All lines up to and including the one that contains "sensitivity to its" are to be transcribed exactly, starting from the first line of the records.

Top of Source data

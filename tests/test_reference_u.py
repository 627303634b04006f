"""An ntc step read as a divider voltage with a stated reference and its standard uncertainty
``reference_u``: carried into the prediction's u through the divider's sensitivity to its
reference (JCGM 100:2008, GUM, 5.1.2: u_c^2 = u_reading^2 + (dV/dVref)^2 u(Vref)^2), where the
divider is V = Vref R / (R + R_pull) (SOURCES.md, sensor circuits, common practice), so
dV/dVref = R / (R + R_pull) = V / Vref; checked against the formula written out by hand and a
central finite difference of it.  Kept with the model parameters, warned of by ``rig check``
where missing, refused with ``reference_from``.  Runs on the virtual bench.
"""

from __future__ import annotations

import json
import math
from pathlib import Path

import pytest
from bench_helpers import shipped_bench

from rig.cli import EXIT_BAD_INPUT, main
from rig.runner import load_plan, run_plan
from rig.store import ResultStore

# The demo NTC (invented for the demo): Beta model R = R25 exp[B (1/T - 1/T25)]
# (SOURCES.md, NTC thermistors), T in kelvin; behind the demo controller's 2.49 kohm pull-up.
R25_OHM, BETA_K, T25_K, PULL_OHM = 2000.0, 3450.0, 298.15, 2490.0


def _divider_v(v_ref: float, t_c: float) -> float:
    """V = Vref R / (R + R_pull) (SOURCES.md, sensor circuits, common practice)."""
    r = R25_OHM * math.exp(BETA_K * (1 / (t_c + 273.15) - 1 / T25_K))
    return v_ref * r / (r + PULL_OHM)


STEP = """\
# A test sequence, invented for the test: the demo divider at a stated temperature and reference.
[sequence]
name = "stated-reference"

[[steps]]
id = "signal"
kind = "ntc"
hi = "C_SIG"
lo = "C_GND"
measure = "voltage"
r25 = "2.0 kohm"
beta = "3450 K"
temperature = "23 degC"
temperature_u = "0 K"
pullup = "2.49 kohm"
reference = "5.0 V"
tolerance = "4 %"
{extra}
"""


def _run(folder: Path, text: str) -> tuple[dict, dict]:  # type: ignore[type-arg]
    """One run of ``text`` on the demo temperature circuit: the step's row and its reading."""
    folder.mkdir()
    path = folder / "sequence.toml"
    path.write_text(text, encoding="utf-8")
    with shipped_bench("temp-circuit", folder=folder) as (_, station):
        summary = run_plan(load_plan(path, station), "SN-1", operator="test", ask=lambda t: True)
    store = ResultStore(station.store_path)
    try:
        [step] = [s for s in store.steps(summary.run_id) if s["step_id"] == "signal"]
        reading = {r["role"]: r for r in store.readings(summary.run_id, "signal")}["signal"]
    finally:
        store.close()
    return step, reading


def test_a_stated_reference_s_uncertainty_joins_the_divider_prediction_s(tmp_path: Path) -> None:
    step, reading = _run(tmp_path / "a", STEP.format(extra='reference_u = "0.05 V"'))
    v_pred = _divider_v(5.0, 23.0)
    h = 1e-4
    slope = (_divider_v(5.0 + h, 23.0) - _divider_v(5.0 - h, 23.0)) / (2 * h)
    assert slope == pytest.approx(v_pred / 5.0, rel=1e-9)  # the prediction scales with Vref
    u_reading = float(reading["u_std"])
    # the limits are V (1 +- 4 %): the upper one moves 1.04 times as far as V (GUM 5.1.2)
    part = 1.04 * slope * 0.05
    assert step["u_std"] == pytest.approx(math.hypot(u_reading, part), rel=1e-6)
    # the reference's part, some 1 % of V, is well above the reading's
    assert part > 5 * u_reading
    params = json.loads(step["model_params"])
    assert params["reference"] == "5 V" and params["reference_u"] == "50 mV"
    # with none stated the reference is taken as exact: the reading's u alone, as before
    bare, reading = _run(tmp_path / "b", STEP.format(extra=""))
    assert bare["u_std"] == pytest.approx(float(reading["u_std"]), rel=1e-9)
    assert "reference_u" not in json.loads(bare["model_params"])


def test_check_warns_of_a_stated_reference_with_no_uncertainty(
    tmp_path: Path, capsys: pytest.CaptureFixture[str]
) -> None:
    with shipped_bench("temp-circuit", folder=tmp_path) as (_, station):
        for extra, warned in (("", True), ('reference_u = "0.05 V"', False)):
            path = tmp_path / "sequence.toml"
            path.write_text(STEP.format(extra=extra), encoding="utf-8")
            assert main(["check", str(path), "--station", str(station.path)]) == 0
            lines = [x for x in capsys.readouterr().out.splitlines() if "reference_u" in x]
            if warned:
                assert len(lines) == 1, lines
                assert lines[0].startswith(
                    "warning: step signal: its stated reference, 5 V, has no reference_u"
                ), lines
            else:
                assert lines == [], lines


def test_reference_u_with_reference_from_or_below_zero_is_refused_at_its_key(
    tmp_path: Path, capsys: pytest.CaptureFixture[str]
) -> None:
    measured = STEP.format(extra='reference_u = "0.05 V"').replace(
        'reference = "5.0 V"', 'reference_from = "ref"'
    )
    measured = measured.replace(
        "[[steps]]",
        '[[steps]]\nid = "ref"\nkind = "volts"\nhi = "C_SIG"\nlo = "C_GND"\n'
        'low = "4.9 V"\nhigh = "5.1 V"\n\n[[steps]]',
        1,
    )
    negative = STEP.format(extra='reference_u = "-0.05 V"')
    with shipped_bench("temp-circuit", folder=tmp_path) as (_, station):
        for body, said in (
            (measured, "reference_u]: goes with a stated reference"),
            (negative, "reference_u]"),
        ):
            path = tmp_path / "sequence.toml"
            path.write_text(body, encoding="utf-8")
            assert main(["check", str(path), "--station", str(station.path)]) == EXIT_BAD_INPUT
            err = capsys.readouterr().err
            assert said in err and "Traceback" not in err, err


# --- the low-TUR advice where a stated input's u makes up most of U ----------------------------

SEQUENCES = Path(__file__).resolve().parent.parent / "sequences"


def test_a_tur_dominated_by_a_stated_reference_names_it(tmp_path: Path) -> None:
    """``rig check --unit``'s and ``rig limits``' TUR of a divider step: with u(Vref) = 0.1 V the
    reference's part, V / Vref x 0.1 V times the upper limit's sensitivity to V, 1 + 4 %
    (GUM 5.1.2, the divider of SOURCES.md), is written out here and is most of U's variance;
    with u(Vref) = 1 uV, under the meter's, it is not."""
    from rig.analysis.model_tur import model_step_turs
    from rig.commands.limits import load_station_or_virtual
    from rig.config.sequence import load_sequence
    from rig.config.unit_file import load_unit
    from rig.judge.decision import COVERAGE_K
    from rig.plan import build_plan

    unit = load_unit(SEQUENCES / "units" / "temp-circuit.toml")
    for u_ref, dominant in ((0.1, "reference"), (1e-6, None)):
        path = tmp_path / f"seq-{u_ref:g}.toml"
        path.write_text(STEP.format(extra=f'reference_u = "{u_ref:g} V"'), encoding="utf-8")
        plan = build_plan(load_sequence(path), load_station_or_virtual(None, unit))
        worst = model_step_turs(plan, unit)["signal"].worst
        part = 1.04 * _divider_v(5.0, 23.0) / 5.0 * u_ref
        assert dict(worst.stated_parts)["reference"] == pytest.approx(part, rel=1e-9)
        share = part**2 / (worst.expanded / COVERAGE_K) ** 2
        assert (share > 0.5) is (dominant is not None), share
        assert worst.dominant_stated == dominant


def test_low_tur_advice_names_the_stated_input_that_makes_up_most_of_u(
    capsys: pytest.CaptureFixture[str],
) -> None:
    # The shipped pressure check's output fraction: u(p) = 1.7 kPa through 0.8 / 500 kPa is
    # 0.272 percentage points (GUM 5.1.2), against a U of 2 x 1.842 % / (2 x 3.3) = 0.56 %,
    # u_c = 0.28 %: the pressure is 95 % of the variance.  The signal wire's drop has no stated
    # input: the meter's uncertainty is the advice there.
    seq = str(SEQUENCES / "pressure-circuit-check.toml")
    unit = str(SEQUENCES / "units" / "pressure-circuit.toml")
    assert main(["limits", seq, "--unit", unit, "--seed", "1", "--samples", "20000"]) == 0
    out = " ".join(capsys.readouterr().out.split())
    fraction = out.split("step output-fraction: TUR", 1)[1].split("step ", 1)[0]
    assert "or state the pressure with a smaller u (pressure_u; measure it at the bench)" in (
        fraction
    ), fraction
    assert "measure with a smaller uncertainty" not in fraction
    wire = out.split("step signal-wire-drop: TUR", 1)[1].split("step ", 1)[0]
    assert "or measure with a smaller uncertainty" in wire and "state the" not in wire, wire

Bottom of Source data

● **Exercise response**:
filename tests/test_reference_u.py
repository 627303634b04006f
"""An ntc step read as a divider voltage with a stated reference and its standard uncertainty
``reference_u``: carried into the prediction's u through the divider's sensitivity to its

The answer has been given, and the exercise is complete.